Fraudulent Concealment; Motion for Summary Judgment; Justifiable Reliance; Mortgage Securitization Transaction; Due Diligence Report; Superior Knowledge; Duty to Disclose.
By: Nora Boujida | Staff Member
Plaintiff insurer, MBIA Insurance Corporation, and Defendant underwriter, J.P. Morgan Securities LLC (f/k/a Bear, Stearns & Co., Inc.), were involved in a mortgage securitization transaction. To issue the insurance policy, Plaintiff required that Defendant provide a due diligence report from a third-party firm, Mortgage Data Management Corporation (“MDMC”), illustrating Defendant’s current financial status. Shortly after beginning its work, MDMC informed Defendant that it discovered significant issues in its review. Specifically, Defendant altered spreadsheets to remove failing credit and compliance grades. MDMC sent spreadsheets demonstrating negative and unsatisfactory results to Defendant. Efforts made by Defendant to address the problems proved unsuccessful. Defendant, however, did not send Plaintiff the original spreadsheet, but instead an altered version. The parties then closed the transaction. Defendant’s loans ultimately failed. As a result, Plaintiff paid out millions to investors to cover their losses.

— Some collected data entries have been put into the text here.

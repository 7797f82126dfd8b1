using DeepSourceCheck.Cli.Pipeline;
using DeepSourceCheck.Core.Noise.Recordings;
using DeepSourceCheck.Core.Results;
using DeepSourceCheck.Core.Studies;
using DeepSourceCheck.Tests.Support;

using MathNet.Numerics.Distributions;

namespace DeepSourceCheck.Tests.Cli.Pipeline;

/// <summary>Studies whose EEG noise is a recording that the test writes.</summary>
public sealed class BaselinePipelineTests : IDisposable
{
    private const string Flat = "eeg_sensor_uV_rms: 2", Layout = "layout: ten-twenty-21";
    private const double Rate = 500;

    private static readonly (string, string) Table = (Layout, "electrodes: electrodes.tsv");

    private readonly PreparedText _text = new PreparedText().With("electrodes.tsv", "name\tx\ty\tz\nCz\t0\t-18\t97\nT8\t92\t-18\t5\nT7\t-92\t-18\t5\nFz\t0\t37.2\t78.6\n");

    public void Dispose() => _text.Dispose();

    // White noise of one rms at Cz, T8, T7, Fz; a recording of an invented quiet head.
    private static EdfBytes White(double seconds = 60, double rms = 10, int seed = 1) => new()
    {
        PerRecord = (int)Rate,
        Signals = [.. new[] { "EEG Cz", "EEG T8", "EEG T7", "EEG Fz" }.Select((label, k) => new EdfTestSignal(label, Noise(seconds, rms, seed + k)) { Prefilter = "HP:0.1Hz LP:200Hz" })],
    };

    private static double[] Noise(double seconds, double rms, int seed)
    {
        var random = new Random(seed);
        return [.. Enumerable.Range(0, (int)(seconds * Rate)).Select(_ => Normal.Sample(random, 0, rms))];
    }

    private BaselinePipelineTests With(EdfBytes file)
    {
        File.WriteAllBytes(_text.At("r.edf"), file.ToArray());
        return this;
    }

    private static (string, string)[] Changes(string recording, params (string, string)[] more) => [Table, (Flat, $"eeg_recording: {recording}"), .. more];

    private string Refusal(string recording, params (string, string)[] more) => _text.Refusal(PreparedText.Study, Changes(recording, more));

    private IReadOnlyList<string> Warnings(string recording, params (string, string)[] more) => _text.Warnings(PreparedText.Study, Changes(recording, more));

    private RecordedNoise Recorded(string recording = "r.edf") => Assert.Single(_text.Prepare(PreparedText.Study, Changes(recording)).Setup.Noise!.EegRecorded);

    private static void Says(IEnumerable<string> warnings, string part) => Assert.Contains(warnings, w => w.Contains(part, StringComparison.Ordinal));

    [Fact]
    public void WhiteNoise_GivesTheFiguresOfTheSameFlatNoise()
    {
        // 10 uV rms over 250 Hz are 10 sqrt(99/250) = 6.293 uV in 1 to 100 Hz at every electrode. 12,000 independent samples: 1.3 % of a variance, 0.06 dB; four of those.
        With(White());
        Assessment recorded = _text.Assess(PreparedText.Study, Changes("r.edf")), flat = _text.Assess(PreparedText.Study, Table, (Flat, "eeg_sensor_uV_rms: 6.293"));
        Assert.Empty(recorded.Warnings);
        foreach ((MeasureResult a, MeasureResult b) in recorded.Responses[0].Regions[0].Results.Zip(flat.Responses[0].Regions[0].Results))
        {
            Assert.Equal((a.Modality, a.Measure, a.Direction), (b.Modality, b.Measure, b.Direction));
            Assert.Equal(b.SnrDb.P50 is null, a.SnrDb.P50 is null);
            Assert.Equal(b.SnrDb.P50 ?? 0, a.SnrDb.P50 ?? 0, 0.25);
        }
    }

    [Fact]
    public void EdfAndBdf_GiveTheSameCovariance()
    {
        // Steps of 400/65535 uV against noise of 10 uV: their variance, step^2/12, is 3e-8 of it, and their products with the noise average out to less than 1e-5.
        With(White());
        double[] edf = Recorded().Covariance;
        With(White() with { Bdf = true });
        RelativeAssert.Close(edf, Recorded().Covariance, 1e-5);
    }

    [Theory]
    [InlineData("nV", 1e3)]
    [InlineData("mV", 1e-3)]
    public void Units_DoNotMatter(string unit, double perMicrovolt)
    {
        EdfBytes file = White(20);
        With(file);
        double[] expected = Recorded().Covariance;
        // The physical range has eight characters, so that of 200 uV is exact in each of these units.
        With(file with
        {
            Signals = [.. file.Signals.Select(s => s with { Values = [.. s.Values.Select(v => v * perMicrovolt)], Unit = unit, PhysicalMinimum = -200 * perMicrovolt, PhysicalMaximum = 200 * perMicrovolt })],
        });
        RelativeAssert.Close(expected, Recorded().Covariance, 1e-9);
    }

    [Fact]
    public void WhatWasReadOff_StandsInTheAssumptions_TheResultAndTheChain()
    {
        With(White());
        Assessment assessment = _text.Assess(PreparedText.Study, Changes("{file: r.edf, from_s: 5, to_s: 55, limit_uV: 18.5}", ("direction: tangential", "direction: tangential, measure: {eeg: matched-filter}")));
        RecordedNoise noise = assessment.Responses[0].Recording!;
        Assert.Equal((50.0, new Band(1, 100)), (noise.SecondsRead, noise.Band));
        Assert.InRange(noise.RejectedShare, 0.05, 0.95);
        RelativeAssert.Equal(2 * 99 * noise.SecondsUsed, noise.IndependentSamples, 1e-12);
        string[] found = [.. assessment.Assumptions.Where(a => a.Key.StartsWith("noise.eeg_recording (1 to 100 Hz): ", StringComparison.Ordinal)).Select(a => a.Key.Split(": ")[1])];
        Assert.Equal(["seconds used", "rejected share", "independent samples", "shrinkage", "held-out share"], found);
        Assert.Equal("r.edf", assessment.Inputs.Single(f => f.Path == "r.edf").Path);
        DerivedNumber power = assessment.Responses[0].Regions[0].Verdicts.Single(v => v.Modality == Modality.Eeg).Chain.Single(l => l.Symbol == "q");
        Assert.Contains("what filters from half of the recording reach on the other half", power.Source, StringComparison.Ordinal);
    }

    [Fact]
    public void HeldOutShare_IsAFactorOfTheMatchedFilterAlone()
    {
        With(White(7));
        PreparedStudy prepared = _text.Prepare(PreparedText.Study, Changes("{file: r.edf, segment_ms: 50}"));
        RecordedNoise noise = Assert.Single(prepared.Setup.Noise!.EegRecorded);
        Assert.InRange(noise.HeldOutShare, 0.8, 0.9999);
        var exact = new DeepSourceCheck.Core.Noise.NoiseModel { EegRows = 4, MegRows = 40, EegPerTrial = noise.Covariance, MegPerTrial = prepared.Setup.Noise.MegPerTrial };
        IReadOnlyList<MeasureResult> with = Results(prepared.Setup), without = Results(prepared.Setup with { Noise = exact });
        foreach ((MeasureResult a, MeasureResult b) in with.Zip(without).Where(r => r.First.Modality == Modality.Eeg && r.First.SnrDb.P50 is not null))
        {
            double expected = a.Measure == "matched-filter" ? 10 * Math.Log10(noise.HeldOutShare) : 0;
            Assert.Equal(expected, a.SnrDb.P50!.Value - b.SnrDb.P50!.Value, 1e-9);
        }

        static IReadOnlyList<MeasureResult> Results(DeepSourceCheck.Core.Planning.StudySetup setup) =>
            DeepSourceCheck.Core.Planning.Assessor.Assess(setup, null, null, CancellationToken.None)[0].Regions[0].Results;
    }

    [Fact]
    public void SeveralResponses_EachHaveTheNoiseOfTheirBand()
    {
        With(White());
        PreparedStudy prepared = _text.Prepare(PreparedText.Study, Changes("r.edf",
            ("responses: [{", "responses: [{name: q, regions: [probe], moment_nAm: 10, band_Hz: [1, 34], direction: tangential, window_ms: 200}, {")));
        RecordedNoise[] noises = [.. prepared.Setup.Noise!.EegRecorded];
        Assert.Equal([new Band(1, 34), new Band(1, 100)], noises.Select(n => n.Band));
        Assert.Equal([0.2, 1.0], noises.Select(n => n.SegmentSeconds));
        RelativeAssert.Equal(3, noises[1].Covariance[0] / noises[0].Covariance[0], 0.1, "white noise goes with the bandwidth");
    }

    [Fact]
    public void SteadyStateResponse_ReadsTheBandAboutItsBin()
    {
        With(White());
        Assessment assessment = _text.Assess(PreparedText.Study, Changes("r.edf", ("band_Hz: [1, 100]", "kind: steady-state, frequency_Hz: 40, seconds: 2")));
        RecordedNoise noise = assessment.Responses[0].Recording!;
        Assert.Equal(new Band(36, 44), noise.BandRead);
        RelativeAssert.Equal(100 * 1e-12 * 0.5 / 250 * 3 / 4, noise.Covariance[0], 0.2);
    }

    [Fact]
    public void PrefilterAgainstTheBand_IsRefusedOrTold_WithBoth()
    {
        EdfBytes file = White(20);
        With(file with { Signals = [.. file.Signals.Select(s => s with { Prefilter = "HP:1Hz LP:70Hz" })] });
        Says(Warnings("r.edf"), "r.edf was recorded with the filters 'HP:1Hz LP:70Hz' (EEG Cz), r has the band 1 to 100 Hz: part of its noise was taken out before");
        string refused = Refusal("r.edf", ("band_Hz: [1, 100]", "band_Hz: [100, 150]"));
        Assert.Contains("'HP:1Hz LP:70Hz'", refused, StringComparison.Ordinal);
        Assert.Contains("the band 100 to 150 Hz: the recording holds nothing of it", refused, StringComparison.Ordinal);
    }

    [Fact]
    public void SlowSampling_IsRefusedWithTheRateThatIsNeeded() =>
        Assert.Contains("was sampled at 500 Hz, less than 2.5 times the upper edge of r's band (250 Hz)", With(White(5)).Refusal("r.edf", ("band_Hz: [1, 100]", "band_Hz: [1, 250]")), StringComparison.Ordinal);

    [Fact]
    public void RmsFarFromTheUsual_IsToldOrRefused()
    {
        // The table of the total: 18 uV or so in 1 to 100 Hz. 400 uV at the limits of the file is far above.
        Assert.Contains("far from the usual", With(Loud(5000)).Refusal("{file: r.edf, limit_uV: 100000}", ("responses:", "accept_implausible: [noise.eeg_recording.limit_uV]\nresponses:")), StringComparison.Ordinal);
        Says(With(White(20, 1.5)).Warnings("r.edf"), "the rms of the median electrode against the average,");

        static EdfBytes Loud(double rms)
        {
            EdfBytes file = White(20, rms);
            return file with { Signals = [.. file.Signals.Select(s => s with { PhysicalMinimum = -40000, PhysicalMaximum = 40000 })] };
        }
    }

    [Fact]
    public void WhatTheRecordingCannotTell_IsRefused()
    {
        With(White(20));
        Assert.Contains("sensors.eeg.reference: is none, but a recording is always against some reference", Refusal("r.edf", ("reference: average", "reference: none")), StringComparison.Ordinal);
        Assert.Contains("no signal is electrode", _text.Refusal(PreparedText.Study, (Flat, "eeg_recording: r.edf")), StringComparison.Ordinal);
        EdfBytes file = White(20);
        With(file with { Signals = [.. file.Signals.Take(3), file.Signals[3] with { Values = new double[10000] }] });
        Assert.Contains("signal 4 (EEG Fz): is flat", Refusal("r.edf"), StringComparison.Ordinal);
    }

    [Fact]
    public void WhatIsDoubtful_IsTold()
    {
        EdfBytes file = White(20);
        With(file with { Records = "-1", Signals = [file.Signals[0] with { PhysicalMinimum = -15, PhysicalMaximum = 15 }, .. file.Signals.Skip(1)] });
        IReadOnlyList<string> warnings = Warnings("{file: r.edf, limit_uV: 19}");
        Says(warnings, "leaves the number of data records open (-1); the file holds 20");
        Says(warnings, "end of the digital range and may be clipped in EEG Cz (");
        Says(warnings, "% of the segments exceed the limit of limit_uV over the band of r");
    }

    [Fact]
    public void FlawsOfTheFile_NameFileAndField()
    {
        With(White(20) with { Records = "21" });
        Assert.Contains("r.edf: number of data records: is 21, but the file holds 20", Refusal("r.edf"), StringComparison.Ordinal);
        Assert.Contains("to_s: is 90 s, but the recording ends at 20 s", With(White(20)).Refusal("{file: r.edf, to_s: 90}"), StringComparison.Ordinal);
        Assert.Contains("noise.eeg_recording.to_s: must lie after from_s, 5 s", Refusal("{file: r.edf, from_s: 5, to_s: 5}"), StringComparison.Ordinal);
        Assert.Contains("stands beside eeg_sensor_uV_rms: a recording is all of the noise", _text.Refusal(PreparedText.Study, Table, (Flat, Flat + ", eeg_recording: r.edf")), StringComparison.Ordinal);
    }
}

Plaintiff first brought an action against Defendant for actual fraud, alleging it relied upon the intentional misrepresentations made by Defendant. The Court granted summary judgment to Defendant because there was no evidence to support the claim. The Court, however, stated there was evidence suggesting Defendant had a duty to disclose, giving rise to a claim of fraudulent concealment. The Court allowed Plaintiff to interpose an amended complaint containing a cause of action for fraudulent concealment, alleging that Defendant had a duty to disclose the true results of the due diligence report on four bases: (1) the contractual relationship between Plaintiff and Defendant; (2) Defendant’s agreement to share MDMC’s due diligence results with Plaintiff; (3) Defendant’s duty to disclose attributable to Defendant’s superior knowledge; (4) Plaintiff’s reliance on Defendant’s alleged omissions of material facts. In opposition, Defendant moved for summary judgment presenting three arguments: (1) the lack of evidence that Plaintiff relied on Defendant’s “supposed silence” in deciding to insure the transaction; (2) any such reliance would not unreasonable because Plaintiff was a sophisticated business entity and should have conducted its own investigation into the details of the transaction; (3) Defendant did not owe Plaintiff any affirmative duty to disclose the results of the due diligence review.
The Court denied Defendant’s motion for summary judgment because there were triable issues of fact as to whether Defendant owed Plaintiff a duty to disclose and whether Plaintiff actually relied on Defendant’s failure to disclose. First, the Court held there were genuine issues of fact as to whether Defendant owed a duty to disclose the MDMC report. In a claim for active fraudulent concealment, an affirmative duty to disclose material information may arise from the need to complete or clarify one part’s partial or ambiguous statements or from a fiduciary or confidential relationship between the parties. Here, the Court found genuine issues of fact as to the actions of Defendant in altering the final report, and why Defendant had not forwarded the MDMC report to Plaintiff. Thus, the Court found no basis for concluding that Defendant has shown it was not subject to a duty to disclose as a matter of law. Second, the Court held there are genuine issues of fact as to whether Plaintiff actually relied on Defendant’s failure to disclose the MDMC report. To prove reliance, the fraud and injury must be connected in actions founded on fraud. It must appear in an appreciable sense that the damage flowed from the fraud as the proximate, and not the remote, cause. Here, the Court opined that Defendant did not provide any evidence that Plaintiff did not rely on the failure to produce the reports prior to closing. The Court also found clear questions of fact as to whether Defendant’s conduct included act of active concealment and whether Defendant’s actions thwarted Plaintiff’s own efforts, if any, to fulfill its own responsibilities to protect itself.
MBIA Ins. Corp. v. JP Morgan Sec. LLC, Index No. 64676/2012, 6/6/2016 (Scheinkman, J.).